Zoology, microbiology alumni part of high impact study
Dec 17, 2010A team of scientists at Cincinnati Children’s Hospital Medical Center
for the first time has created functioning human intestinal tissue from
stem cells. The study, published online Dec. 12 in Nature, was led by
James Wells, a researcher in the division of developmental biology at
Cincinnati Children’s, and included five Miami University alumni.
The process is a significant step toward studies of human intestinal
development, function and disease, and toward generating intestinal
tissue for transplantation, the researchers say.
“The hope is that our ability to turn stem cells into intestinal
tissue will eventually be therapeutically beneficial for people with
diseases such as necrotizing enterocolitis, inflammatory bowel disease
and short bowel syndrome,” Wells said.
Jason Spence, first author of the paper and a member of Well’s
laboratory, received his doctorate from Miami in 2006. He worked with
adviser Katia Del Rio-Tsonis, professor of zoology.

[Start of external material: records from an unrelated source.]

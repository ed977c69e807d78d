"use client";
/**
 * The caller's own report e-mails: add (handover per shift for a site or one of its areas; worst
 * loops or fleet health weekly, for every site, a site or an area) and remove.
 */
import { useRouter } from "next/navigation";
import { useState } from "react";
import { sendJson } from "@/lib/client/fetcher";
import type { SubscriptionDto } from "@/lib/reports/delivery";
import { AreaSelect } from "./area-select";
import { IdOptions } from "@/app/_components/id-options";

const NAMES: Record<string, string> = { handover: "Shift handover", "worst-loops": "Worst loops", "fleet-health": "Fleet health" };

export interface SubscriptionSite {
  id: number;
  name: string;
  areas: { id: number; name: string }[];
}

export function SubscriptionsForm({ subscriptions, sites }: { subscriptions: SubscriptionDto[]; sites: SubscriptionSite[] }) {
  const router = useRouter();
  const [report, setReport] = useState("handover");
  const [siteId, setSiteId] = useState(sites[0] ? String(sites[0].id) : "");
  const [areaId, setAreaId] = useState("");
  const areas = sites.find((s) => String(s.id) === siteId)?.areas ?? [];
  const [fail, setFail] = useState<string | null>(null);
  const field = "rounded border border-line bg-ground px-1 py-0.5 text-sm";
  async function run(fn: () => Promise<unknown>) {
    setFail(null);
    try {
      await fn();
      router.refresh();
    } catch (err) {
      setFail((err as Error).message);
    }
  }
  return (
    <div className="flex flex-col gap-3">
      <ul className="divide-y divide-line rounded-md border border-line bg-surface" aria-label="Your report e-mails">
        {subscriptions.length === 0 && <li className="p-3 text-sm text-muted">You receive no report by e-mail.</li>}
        {subscriptions.map((s) => (
          <li key={s.id} className="flex items-center justify-between gap-2 p-3 text-sm">
            <span>
              {NAMES[s.report]} · {s.cadence === "shift" ? "after every shift" : "weekly (Monday, previous week)"}
              {s.siteName ? ` · ${s.siteName}` : " · all your sites"}
              {s.siteName ? (s.areaName ? ` · area ${s.areaName}` : " · every area") : ""}
            </span>
            <button type="button" className="rounded border border-line px-2 py-0.5" onClick={() => run(() => sendJson(`/api/reports/subscriptions/${s.id}`, "DELETE"))}>
              Stop
            </button>
          </li>
        ))}
      </ul>
      <form
        className="flex flex-wrap items-end gap-3 text-sm"
        onSubmit={(e) => {
          e.preventDefault();
          void run(() =>
            sendJson("/api/reports/subscriptions", "POST", {
              report,
              cadence: report === "handover" ? "shift" : "weekly",
              ...(siteId ? { siteId: Number(siteId) } : {}),
              ...(siteId && areaId ? { areaId: Number(areaId) } : {}),
            }),
          );
        }}
      >
        <label className="flex flex-col text-muted">
          Report
          <select value={report} onChange={(e) => setReport(e.target.value)} className={field}>
            {Object.entries(NAMES).map(([k, v]) => (
              <option key={k} value={k}>
                {v}
              </option>
            ))}
          </select>
        </label>
        <label className="flex flex-col text-muted">
          Site
          <select
            value={siteId}
            onChange={(e) => {
              setSiteId(e.target.value);
              setAreaId("");
            }}
            className={field}
          >
            {report !== "handover" && <option value="">all your sites</option>}
            <IdOptions rows={sites} label="name" />
          </select>
        </label>
        <label className="flex flex-col text-muted">
          Area
          <AreaSelect value={areaId} onChange={setAreaId} areas={areas} emptyLabel={siteId ? "every area of the site" : "—"} className={field} disabled={!siteId} />
        </label>
        <button type="submit" className="rounded border border-line px-3 py-1">
          Send it to me {report === "handover" ? "after every shift" : "weekly"}
        </button>
        {fail && (
          <span role="alert" className="text-urgent">
            {fail}
          </span>
        )}
      </form>
    </div>
  );
}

Of the 12 co-authors of the paper, “Directed differentiation of
human pluripotent stem cells into intestinal tissue in vitro,” Miami
alumni included Spence; Scott Rankin, a zoology major who graduated in
2000 and received a masters’ degree in 2003 with adviser David Pennock,
professor of zoology; Matthew Kuhar, ’09, a microbiology
major who did undergraduate research with Gary Janssen, professor of
microbiology; Kathryn Tolle, ’07, a zoology major who did undergraduate
research with Kathy Killian, associate professor of zoology; and
Elizabeth (Jones) Hoskins, who received her master’s degree in 2004 with
adviser Lori Isaacson, professor of zoology.